Thanks a lot for extracting all those shader, i am sure we can get
some people to write us shader with some what advance math under
acceptable license.

Cheers,
Jerome
___
mesa-dev mailing list
mesa-dev@lists.freedesktop.org
http://lists.freedesktop.org/mailman/listinfo/mesa-dev


Re: [Mesa-dev] shader-db, and justifying an i965 compiler optimization.

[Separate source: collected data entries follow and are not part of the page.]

def test_annotated_margins_are_counted_and_warned(two_by_two):
    from coverage_audit.errors import MarginWarning
    from coverage_audit.inputs import load_areas

    spec = load_spec(_with_margins(two_by_two, ["20", "**", "(X)", "15"]))
    with pytest.warns(MarginWarning, match="white_moe"):
        inputs = load_areas(spec.areas, spec.population)
    assert inputs.margins_missing == {"white_moe": 2}
    assert inputs.frame["white_moe"].tolist() == [20.0, 0.0, 0.0, 15.0]
    # Minority margin by the difference rule: sqrt(30^2 + 20^2) for the first area.
    assert inputs.frame["minority_moe"][0] == pytest.approx(math.sqrt(1300), rel=1e-12)


def test_missing_margin_column_is_an_input_error(two_by_two):
    from coverage_audit.errors import InputError
    from coverage_audit.inputs import load_areas

    spec = load_spec(_with_margins(two_by_two, [1, 2, 3, 4], spec_moe="white_margin"))
    with pytest.raises(InputError, match="no margin-of-error column 'white_margin'"):
        load_areas(spec.areas, spec.population)


def test_compared_footprints_get_intervals():
    # The branches demo (two footprints compared) with the margin table: each footprint's
    # groups get their ratio intervals; the primary's match coverage.groups.
    import tomllib

    from coverage_audit.spec import spec_from_dict

    data = tomllib.loads((BUNDLED / "branches.toml").read_text(encoding="utf-8"))
    margins = tomllib.loads((BUNDLED / "outreach.toml").read_text(encoding="utf-8"))
    data["areas"] = margins["areas"]
    data["population"] = margins["population"]
    for key in ("explain", "activity"):
        data.pop(key)
    data["analysis"].update(permutations=19, enclave_draws=19, sensitivity=False)
    s = run_audit(spec_from_dict(data, base_dir=BUNDLED)).summary
    by_name = {f["name"]: f for f in s["comparison"]["footprints"]}
    primary = by_name[s["footprint"]["name"]]["groups"]["black_nh"]
    assert primary["ratio_ci90"] == s["coverage"]["groups"]["black_nh"]["ratio_ci90"]
    for entry in by_name.values():
        for g, row in entry["groups"].items():
            low, high = row["ratio_ci90"]
            assert low <= row["ratio"] <= high, (entry["name"], g)
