def _methods_section(page: _Page, present: set[str]) -> Html:
    s = page.summary
    items: list[Html] = []
    if "coverage" in present:
        cov = s["coverage"]
        items.append(tag("dt", "Coverage rates"))
        items.append(
            tag(
                "dd",
                "For group g, with x",
                Html("<sub>gi</sub>"),
                " its count in area i and c",
                Html("<sub>i</sub>"),
                " the covered fraction of area i (its area inside the "
                "footprint over its whole area):",
                _formula(
                    Html(
                        "r<sub>g</sub> = &Sigma;<sub>i</sub> c<sub>i</sub> x<sub>gi</sub>"
                        " / &Sigma;<sub>i</sub> x<sub>gi</sub>"
                    )
                ),
                "The served-area rate replaces c",
                Html("<sub>i</sub>"),
                " by 1 for areas "
                "counted as served and 0 otherwise. An area counts as served when its covered "
                f"fraction is at least the served threshold, "
                f"{fmt_percent(cov.get('served_threshold'))}. Ratios divide by the comparison "
                "rate; differences subtract it and are shown in percentage points.",
            )
        )
        items.append(tag("dt", "Four-fifths screen (29 CFR 1607.4(D))"))
        items.append(
            tag(
                "dd",
                "A group is flagged when its rate is strictly less than 0.8 times the rate of "
                f"{page.comparison_label}. ",
                FOUR_FIFTHS_NOTE,
            )
        )
        if cov.get("area_classes"):
            items.append(tag("dt", "Classes of area"))
            items.append(
                tag(
                    "dd",
                    "Majority-minority areas: minority share (total population less "
                    "non-Hispanic White alone) above one half, as set in the parameters. "
                    "Income tiers follow the CRA rule, 12 CFR 228.12(m): the area's median "
                    "family income as a percent of the area median is low below 50, moderate "
                    "from 50 to below 80, middle from 80 to below 120, upper at 120 and above; "
                    "an area without an income figure is unknown, not low. Low or moderate "
                    "joins the first two tiers.",
                )
            )
        if cov.get("distance"):
            items.append(tag("dt", "Distance"))
            items.append(
                tag(
                    "dd",
                    "Straight-line distance in the analysis CRS from each area to its nearest "
                    "service point, averaged over each group's population (mean and median).",
                )
            )
    if "segregation" in present:
        seg = s["segregation"]
        items.append(tag("dt", "Dissimilarity index (Duncan and Duncan 1955)"))
        items.append(
            tag(
                "dd",
                _formula(
                    Html(
                        "D = &frac12; &Sigma;<sub>i</sub> | x<sub>i</sub>/X &minus; "
                        "y<sub>i</sub>/Y |"
                    )
                ),
                "with x",
                Html("<sub>i</sub>"),
                " and y",
                Html("<sub>i</sub>"),
                " the counts "
                "of the two groups in area i and X, Y their totals (Duncan, O. D. and Duncan, "
                "B. 1955, American Sociological Review 20(2)). \u201cD vs reference\u201d "
                "compares a group with the reference group; \u201cD vs rest\u201d with everyone "
                "else. The coverage dissimilarities apply the same index to a group's "
                "population inside and outside the footprint (by served area, and by covered "
                "fraction).",
            )
        )
        items.append(
            tag("dt", "Isolation, exposure and correlation ratio (Massey and Denton 1988)")
        )
        items.append(
            tag(
                "dd",
                _formula(
                    Html(
                        "<sub>x</sub>P*<sub>x</sub> = &Sigma;<sub>i</sub> (x<sub>i</sub>/X)"
                        "(x<sub>i</sub>/t<sub>i</sub>), &nbsp; <sub>x</sub>P*<sub>y</sub>"
                        " = &Sigma;<sub>i</sub> (x<sub>i</sub>/X)(y<sub>i</sub>/t<sub>i"
                        "</sub>), &nbsp; &eta;&sup2; = (<sub>x</sub>P*<sub>x</sub> &minus;"
                        " P) / (1 &minus; P)"
                    )
                ),
                "with t",
                Html("<sub>i</sub>"),
                " the total population of area i and P = X/T "
                "the group's overall share (Massey, D. S. and Denton, N. A. 1988, Social "
                "Forces 67(2), 281\u2013315).",
            )
        )
        if seg.get("coverage_gap_test"):
            items.append(tag("dt", "Coverage gap permutation test"))
            items.append(
                tag(
                    "dd",
                    "The gap between a group's coverage rate and the reference rate is "
                    "compared with the gaps obtained when covered fractions are shuffled "
                    f"among areas ({fmt_count(seg.get('permutations'))} permutations). The "
                    "p-value is the share of permutations, counting the observed one, with a "
                    "gap at least as large.",
                )
            )
    if "clustering" in present:
        items.append(tag("dt", "Moran's I (Moran 1950; Cliff and Ord 1981)"))
        items.append(
            tag(
                "dd",
                _formula(
                    Html(
                        "I = (n / S<sub>0</sub>) &Sigma;<sub>i</sub>&Sigma;<sub>j</sub> "
                        "w<sub>ij</sub> z<sub>i</sub> z<sub>j</sub> / &Sigma;<sub>i</sub>"
                        " z<sub>i</sub>&sup2;, &nbsp; E[I] = &minus;1/(n &minus; 1)"
                    )
                ),
                "with z the deviations from the mean, w",
                Html("<sub>ij</sub>"),
                " the row-standardised contiguity weights and S",
                Html("<sub>0</sub>"),
                " their sum "
                "(Moran, P. A. P. 1950, Biometrika 37, 17\u201323). The variance and z under "
                "randomisation follow Cliff, A. D. and Ord, J. K. 1981, Spatial Processes: "
                "Models and Applications. The pseudo p-value p_sim comes from random "
                "permutations of the values over the areas: (number at least as extreme as "
                "observed + 1) / (permutations + 1).",
            )
        )
        items.append(tag("dt", "Join counts, bivariate Moran's I"))
        items.append(
            tag(
                "dd",
                "Join counts tally neighbour pairs that are both served, both unserved or "
                "mixed, under binary weights (Cliff and Ord 1981); many unserved\u2013unserved "
                "joins mean unserved areas cluster. The bivariate Moran's I relates one "
                "variable in an area to another in its neighbours (Wartenberg, D. 1985, "
                "Geographical Analysis 17(4)).",
            )
        )
        items.append(tag("dt", "Local Moran's I, LISA (Anselin 1995)"))
        items.append(
            tag(
                "dd",
                _formula(
                    Html(
                        "I<sub>i</sub> = z<sub>i</sub> &Sigma;<sub>j</sub> w<sub>ij</sub>"
                        " z<sub>j</sub> / m<sub>2</sub>, &nbsp; m<sub>2</sub> = "
                        "&Sigma;<sub>i</sub> z<sub>i</sub>&sup2; / n"
                    )
                ),
                "Significance by conditional permutation (Anselin, L. 1995, Geographical "
                "Analysis 27(2), 93\u2013115); an area is labelled high-high, low-low, "
                "high-low or low-high by its quadrant in the Moran scatterplot when "
                "significant. With false discovery rate control the p-values are adjusted by "
                "the step-up procedure of Benjamini, Y. and Hochberg, Y. 1995, Journal of the "
                "Royal Statistical Society B 57(1), 289\u2013300.",
            )
        )
    if "enclaves" in present:
        items.append(tag("dt", "Enclave Monte Carlo test"))
        items.append(
            tag(
                "dd",
                "For each enclave of k areas, random connected sets of k areas are grown: a "
                "seed area is drawn at random and neighbours are added one at a time, drawn "
                "at random among the set's contiguous neighbours, until the set has k areas. "
                "The p-value is the share of such sets, counting the enclave itself, whose "
                "contrast in group share with their own ring is at least the enclave's "
                "(Monte Carlo test in the sense of Hope, A. C. A. 1968, Journal of the Royal "
                "Statistical Society B 30(3), 582\u2013598).",
            )
        )
    settings = _randomness_settings(page, present)
    if settings:
        items.append(tag("dt", "Permutations, Monte Carlo draws and seed"))
        items.append(tag("dd", settings))
    if not items:
        return Html("")
    return _section("methods", "Methods", tag("dl", *items, class_="methods"))
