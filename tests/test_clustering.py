"""Tests of coverage_audit.clustering against published values, esda and exact enumeration."""

from __future__ import annotations

import contextlib
import itertools
import json
import math
import warnings

import esda
import geopandas as gpd
import libpysal
import numpy as np
import pytest
import scipy.sparse as sp
import shapely
from libpysal.examples import get_path
from libpysal.graph import Graph
from scipy import stats
from statsmodels.stats.multitest import multipletests

from coverage_audit.clustering import (
    CLUSTER_LABELS,
    benjamini_hochberg,
    bivariate_moran,
    clustering_summary,
    join_counts,
    lisa_crosstab,
    local_moran,
    moran,
)
from coverage_audit.errors import (
    AnalysisError,
    DegenerateStatisticWarning,
    IslandWarning,
    SpecError,
)
from coverage_audit.stats import _spatial as clustering_module
from coverage_audit.synthetic import demographics, tessellation
from coverage_audit.weights import build_area_graph

SEED = 20240611

#: Analytic statistics must agree with the oracle to rounding.
RTOL_EXACT = 1e-10
#: Published check values are given to 9-10 significant digits.
RTOL_PUBLISHED = 1e-7
#: Permutations of the tests that compare pseudo p-values with an oracle.
MANY = 9999
#: esda's Join_Counts runs a pandas crosstab and a chi-square per permutation (~2.5 ms
#: each), so its oracle gets fewer.
FEW = 999


def p_tolerance(p: float, *permutations: int) -> float:
    """Bound on the gap between two independent pseudo p-value estimates of one p.

    Each estimate has binomial Monte Carlo variance p(1-p)/P; 4.5 sd of the difference
    is exceeded with probability ~7e-6 per comparison. The floor on p(1-p) keeps the bound
    meaningful when both estimates sit at the 1/(P+1) floor.
    """
    return 4.5 * math.sqrt(max(p * (1 - p), 1e-4) * sum(1.0 / k for k in permutations))


def rng(offset: int = 0) -> np.random.Generator:
    return np.random.default_rng(SEED + offset)


@contextlib.contextmanager
def legacy_numpy_seed(seed: int):
    """Seed numpy's legacy global generator for an esda call, then put its state back.

    esda's Moran, Moran_BV and Join_Counts draw from ``np.random`` directly; seeding it
    here makes the oracle reproducible without leaking state into other tests.
    """
    state = np.random.get_state()
    np.random.seed(seed)
    try:
        yield
    finally:
        np.random.set_state(state)


def lattice(rows: int, cols: int) -> np.ndarray:
    jj, ii = np.meshgrid(np.arange(cols), np.arange(rows))
    x, y = jj.ravel().astype(float), ii.ravel().astype(float)
    return shapely.box(x, y, x + 1.0, y + 1.0)
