def demo_margins(demo: pd.DataFrame, seed: int = DEMO_SEED) -> pd.DataFrame:
    """Fictional 90% margins of error for the demo counts, plausible in size.

    A count x of a tract with total t gets SE = sqrt(deff x (1 - x/t) (1/s - 1)) with a
    sampling rate s of 8% (five years of a survey) and a design effect of 1.5, times a
    little noise; the total gets the same without the (1 - x/t) factor. Small groups so
    get large relative margins (about 45% for 200 people of 4,000), large ones small (about
    10%). A zero estimate gets a margin of 12. MOE = 1.645 SE, rounded.
    """
    rng = np.random.default_rng(seed + 3)
    total = demo["pop_total"].to_numpy(float)
    out = pd.DataFrame(index=demo.index)
    for column, moe in _MARGIN_COLUMNS.items():
        x = demo[column].to_numpy(float)
        keep = 1.0 if column == "pop_total" else np.clip(1 - x / np.maximum(total, 1), 0, 1)
        se = np.sqrt(1.5 * x * keep * (1 / 0.08 - 1)) * rng.lognormal(0.0, 0.15, x.size)
        out[moe] = np.where(x > 0, np.round(1.645 * se), 12).astype(np.int64)
    return out


def _outreach_area(cells: gpd.GeoDataFrame, demo: pd.DataFrame, margins: pd.DataFrame) -> list[str]:
    """Return the tracts a home-repair outreach program visited: 30 neighbouring tracts.

    Chosen, deterministically, as the first neighbourhood (the 30 tracts nearest a tract,
    tracts taken in id order) where the Asian residents' coverage ratio to the white
    residents' is under 0.8 but its 90% interval reaches past 0.8, so the scenario shows a
    four-fifths flag the survey error cannot confirm.
    """
    from .stats.uncertainty import Z90, four_fifths_confidence, interval90

    x, y = cells["x"].to_numpy(), cells["y"].to_numpy()
    g, r = demo["pop_asian_nh"].to_numpy(float), demo["pop_white_nh"].to_numpy(float)
    se_g = margins["moe_asian_nh"].to_numpy(float) / Z90
    se_r = margins["moe_white_nh"].to_numpy(float) / Z90
    for k in range(len(cells)):
        near = np.argsort(np.hypot(x - x[k], y - y[k]), kind="stable")[:30]
        f = np.zeros(len(cells))
        f[near] = 1.0
        pg, pr = f @ g / g.sum(), f @ r / r.sum()
        ratio = pg / pr
        if not 0.7 < ratio < 0.78:
            continue
        # Delta method for R = p_g / p_r with independent groups (stats.uncertainty).
        grad_g, grad_r = (f - pg) / g.sum() / pr, -(f - pr) / r.sum() * pg / pr**2
        se = float(np.sqrt(np.sum(grad_g**2 * se_g**2) + np.sum(grad_r**2 * se_r**2)))
        if four_fifths_confidence(interval90(ratio, se)) == "uncertain":
            return sorted(cells["geoid"].to_numpy()[near].tolist())
    raise AssertionError("no neighbourhood fits the outreach scenario")  # pragma: no cover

2011-05-18 Thread Jerome Glisse
On Wed, May 18, 2011 at 3:16 PM, Eric Anholt e...@anholt.net wrote:
 On Wed, 18 May 2011 11:05:39 -0400, Jerome Glisse j.gli...@gmail.com wrote:
 On Tue, May 17, 2011 at 11:22 PM, Eric Anholt e...@anholt.net wrote:
  One of the pain points of working on compiler optimizations has been
  justifying them -- sometimes I come up with something I think is
  useful and spend a day or two on it, but the value doesn't show up as
  fps in the application that suggested the optimization to me.  Then I
  wonder if this transformation of the code is paying off in general,
  and thus if I should push it.  If I don't push it, I end up bringing
  that patch out on every application I look at that it could affect, to
  see if now I finally have justification to get it out of a private
  branch.
 
  At a conference this week, we heard about how another team is are
  using a database of (assembly) shaders, which they run through their
  compiler and count resulting instructions for testing purposes.  This
  sounded like a fun idea, so I threw one together.  Patch #1 is good in
  general (hey, link errors, finally!), but also means that a quick hack
  to glslparsertest makes it link a passing compile shader and therefore
  generate assembly that gets dumped under INTEL_DEBUG=wm.  Patch #2 I
  used for automatic scraping of shaders in every application I could
  find on my system at the time.  The open-source ones I pushed to:
 
  http://cgit.freedesktop.org/~anholt/shader-db
 
  And finally, patch #3 is something I built before but couldn't really
  justify until now.  However, given that it reduced fragment shader
  instructions 0.3% across 831 shaders (affecting 52 of them including
  yofrankie, warsow, norsetto, and gstreamer) and didn't increase
  instructions anywhere, I'm a lot happier now.
 
  Hopefully we hook up EXT_timer_query to apitrace soon so I can do more
  targeted optimizations and need this less :) In the meantime, I hope
  this can prove useful to others -- if you want to contribute
  appropriately-licensed shaders to the database so we track those, or
  if you want to make the analysis work on your hardware backend, feel
  free.
 

 I have been thinking at doing somethings slightly different. Sadly
 instruction count is not necesarily the best metric to evaluate
 optimization performed by shader compiler. Hidding texture fetch
 latency of a shader can improve performance a lot more than saving 2
 instructions. So my idea was to do a gl app that render into
 framebuffer thousand time the same shader. The use of fbo is to avoid
 to have things like swapbuffer or a like to play a role while we are
 solely interested in shader performance. Also use an fbo as big as
 possible so fragment shader has a lot of pixel to go through and i
 believe disabling things like blending, zbuffer ... so no other part
 of the pipeline impact in anyway the shader.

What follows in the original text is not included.